Kültürle damak tadının buluştuğu bir alan mı?
Bir müze gezisinin ortasında ya da sonunda ziyaretçilerin sadece sergilenen eserlerle değil, o dönemin ya da kültürün yemekleriyle de temas kurabildiği bir durak.
Tarihsel bir tat deneyimi mi?
Örneğin bir arkeoloji müzesinde Antik Roma ekmeklerinden, Osmanlı mutfağına kadar uzanan tematik menüler sunan bir bölüm.
Gastronominin kültürel miras olarak sunulduğu bir mekân mı?
Sergilenen objelerin arasında yiyecek kültürüne dair objeler (kaplar, tarifler, baharatlar, pişirme teknikleri) ve bunların çağdaş yorumlarıyla deneyimlenebileceği bir alan.
Yerel üreticiyle bağ kuran bir vitrin: Müzede sunulan tatların, bulunduğu bölgenin ürünleriyle hazırlanması; yani bir tür “müze-teruar” anlayışı.
Kısacası “müzede gastronomi durağı”, bana hem beslenme kültürünü kültürel mirasın bir parçası olarak yaşatma, hem de ziyaretçiye çok duyulu bir deneyim sunma fikrini çağrıştırmıştı.Sonuçta yaptık, yaşadık.
Geçen Cuma başlayan ve bugün sonra erecek olan İzmir Kültür Yolu Festivalinde “Müzede Gastronomi Durağının” konuşmacıları Ahmet Uhri ile bendenizdim.
Asuman Kerkez’in hazırladığı dönem masasında yazılı kayıtlarda veya arkeolojik buluntularda var olan gastronomik ürünler şık bir dekorasyonla yerleştirildi.
Söyleşi sonrası bir mutfak atölyesinde tadım-sohbet gerçekleşti.Ülkemizde ilk defa “Müzede Gastronomi Durağı Projesi” Kültür ve Turizm Bakanlığı tarafından her yıl düzenlenen Kültür Yolu Festivalleri kapsamında bu yıl 4 müzede gerçekleştirildi.

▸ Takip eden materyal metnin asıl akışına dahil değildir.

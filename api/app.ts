import compression from 'compression';
import express, { type Express, type Request } from 'express';
import type { Route } from '@shared/contract';
import { caseRoutes } from './features/cases/routes';
import { circuitRoutes } from './features/circuits/routes';
import { liftRoutes } from './features/lifts/routes';
import { peopleRoutes } from './features/people/routes';
import { reviewRoutes } from './features/review/routes';
import { syncRoutes } from './features/sync/routes';
import { sessionRoutes } from './features/session/routes';
import { Standing } from './features/session/standing';
import { aboutRoutes } from './platform/http/about';
import { accessTokens } from './platform/http/accessToken';
import { clientFiles } from './platform/http/clientFiles';
import { refuseCrossSite } from './platform/http/crossSite';
import { apiHeaders } from './platform/http/headers';
import { mounting, type Caller } from './platform/http/mount';
import { nothingHere, translateErrors } from './platform/http/problem';
import { giveRequestId, logRequests } from './platform/http/requestLog';
import type { Services } from './platform/services';

export interface Application {
  readonly app: Express;
  /** What is served, as data: the role matrix is made of it. */
  readonly mounted: readonly Route[];
}

/** The API and the client's files; everything it needs comes in by `services`. */
export function createApp(services: Services): Application {
  const { config, ids, logger } = services;
  const app = express();
  app.disable('x-powered-by');
  app.disable('etag');
  app.set('trust proxy', config.trustedProxies ?? false);
  app.set('query parser', 'simple');

  const tokens = accessTokens(config.secret);
  const standing = new Standing(services);
  const callerOf = async (request: Request): Promise<Caller | undefined> => {
    const token = await tokens.read(request);
    const role = token && (await standing.roleOf(token));
    return token && role ? { ...token, role } : undefined;
  };

  app.use(giveRequestId(ids), logRequests(logger));
  app.use('/api', apiHeaders, refuseCrossSite, compression());
  const { mount, mounted } = mounting({ app, services, callerOf });
  aboutRoutes(mount, services);
  sessionRoutes(mount, services, tokens, standing);
  peopleRoutes(mount);
  liftRoutes(mount);
  circuitRoutes(mount);
  syncRoutes(mount, services);
  caseRoutes(mount);
  reviewRoutes(mount);
  app.use('/api', nothingHere);
  app.use(clientFiles(config.clientFolder));
  app.use(nothingHere);
  app.use(translateErrors(logger));
  return { app, mounted };
}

Ankara Anadolu Medeniyetleri Müzesi- Gordion/Frig, Van Müzesi- Urartu, Çanakkale Troya Müzesi-Troya, İzmir Kültür Sanat Fabrikası/ Arkeoloji Müzesi- Ege Uygarlıkları temalarıyla gastronomik geçmişe yöneldi.
Proje küratörü ve yürütücüsü Asuman Kerkez.

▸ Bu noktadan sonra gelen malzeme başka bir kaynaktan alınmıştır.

import {
  ChangeDetectionStrategy,
  Component,
  computed,
  effect,
  inject,
  input,
  signal,
} from '@angular/core';
import { FormsModule } from '@angular/forms';
import { Router, RouterLink } from '@angular/router';
import { labelCodeSchema } from '@shared/contract';
import { liftSearch } from '@shared/search';
import { Connection } from '../../core/device/connection';
import { DeviceStore } from '../../core/device/device-store';
import { Sync } from '../../core/device/sync';
import { PageHeader } from '../../core/shell/page-header';
import { liftGroups } from './lift-groups';

/** Lifts of this phone: searched by site, name, maker, or the code on the label. */
@Component({
  selector: 'app-lift-list',
  imports: [FormsModule, PageHeader, RouterLink],
  templateUrl: './lift-list.html',
  styleUrl: './lift-list.scss',
  changeDetection: ChangeDetectionStrategy.OnPush,
})
export class LiftList {
  /** A label code that this phone did not know; from the address. */
  readonly label = input<string>();

  protected readonly store = inject(DeviceStore);
  protected readonly online = inject(Connection).online;
  private readonly sync = inject(Sync);
  private readonly router = inject(Router);

  protected readonly query = signal('');
  protected readonly searching = signal(false);
  private readonly search = computed(() =>
    liftSearch(
      this.store.lifts().map(({ id, name, siteId, label, maker, controller }) => {
        const site = this.store.site(siteId);
        return {
          id,
          name,
          label,
          maker,
          controller,
          site: site?.name ?? '',
          address: site?.address ?? '',
        };
      }),
    ),
  );
  protected readonly groups = computed(() =>
    liftGroups(
      this.store.sites(),
      this.store.lifts(),
      this.store.cases(),
      this.search().find(this.query()),
    ),
  );
  /** A whole label code that no lift of this phone has. */
  protected readonly unknownLabel = computed(() => {
    const code = labelCodeSchema.safeParse(this.query());
    const known = code.success && this.store.lifts().some(({ label }) => label === code.data);
    return code.success && !known ? code.data : undefined;
  });

  constructor() {
    effect(() => {
      const label = this.label();
      if (label) this.query.set(label);
    });
  }

  /** Enter on a whole code opens its lift. */
  protected async open(): Promise<void> {
    const code = this.query().trim().toUpperCase();
    const lift = this.store.lifts().find(({ label }) => label === code);
    if (lift) await this.router.navigate(['/lifts', lift.id]);
  }

  protected async askServer(): Promise<void> {
    this.searching.set(true);
    await this.sync.refreshNow();
    this.searching.set(false);
    await this.open();
  }
}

Bu etkinlikleri Bakanlığın Yaşayan Miras Genel Müdürü Selim Terzi de destekliyor.
Projenin misyonu; “geçmiş uygarlıklardan günümüze gastronomi köprüleri kurmak” olarak belirlenmiş.

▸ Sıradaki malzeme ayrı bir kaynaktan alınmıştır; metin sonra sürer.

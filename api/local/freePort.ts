import { createServer } from 'node:net';

/** Whether nothing listens on this port of the loopback. */
export function isFree(port: number): Promise<boolean> {
  return new Promise((resolve) => {
    const probe = createServer();
    probe.once('error', () => resolve(false));
    probe.listen(port, '127.0.0.1', () => probe.close(() => resolve(true)));
  });
}

/** A port that the system has just had free. Another process may take it: whoever uses it retries. */
export function anyFreePort(): Promise<number> {
  return new Promise((resolve, reject) => {
    const probe = createServer();
    probe.once('error', reject);
    probe.listen(0, '127.0.0.1', () => {
      const address = probe.address();
      probe.close(() =>
        typeof address === 'object' && address
          ? resolve(address.port)
          : reject(new Error('The system gave no port.')),
      );
    });
  });
}

/** How many ports above the wanted one are tried. */
const PORTS_TRIED = 50;

/** The first free port from `first` upwards. */
export async function freePortFrom(first: number): Promise<number> {
  for (let port = first; port < first + PORTS_TRIED; port++) {
    if (await isFree(port)) return port;
  }
  return anyFreePort();
}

O söyleşide neler anlattığıma gelince… Burada da bir özet sunmak isterim.TAŞ DEVRİ SOFRASINDAN EGE MUTFAĞINA… PALEO DİYET İLE AKDENİZ MUTFAK KÜLTÜRÜNÜN KESİŞEN YOLLARIGünümüz insanı hızla değişen beslenme alışkanlıklarının yarattığı karmaşanın ortasında yeniden “doğal olana” dönmenin yollarını arıyor.
Raflar dolusu “organik”, “glütensiz” ya da “katkısız” ürün arasında kaybolurken, bir yandan da geçmişe dönüp “atalarımız nasıl besleniyordu” sorusuna yanıt arıyoruz.
Son yıllarda dünyayı saran Paleo diyeti, bu arayışın en çok konuşulan örneklerinden biri.
Taş Devri’ne atıfta bulunan bu popüler akım, işlenmemiş gıdaları, doğallığı ve basitliği öne çıkarıyor.
Ancak ilginçtir; Paleo’nun vaat ettiği bu “saf doğallık”, aslında Ege’nin binlerce yıllık mutfak kültüründe çoktan vücut bulmuş durumda.
İzmir’in zeytinyağlı sofraları, ot yemekleri, kök sebzeleri, sade pişirme teknikleri, tam da Paleo’nun övdüğü sade yaşamın karşılığı değil mi?
Bu noktada sormak gerekiyor: Paleo diyeti ile Akdeniz mutfağı arasında benzerlik var mı?
Ve bu benzerliklere İzmir mutfağında rastlanır mı?Paleo diyeti, 1970’lerden itibaren özellikle ABD’de popülerleşen bir akım. “Caveman diet”, “Stone Age diet” gibi adlarla da anılan bu yaklaşımın temel iddiası, insanın genetik olarak hâlâ avcı-toplayıcı dönemine ait olduğu yönünde.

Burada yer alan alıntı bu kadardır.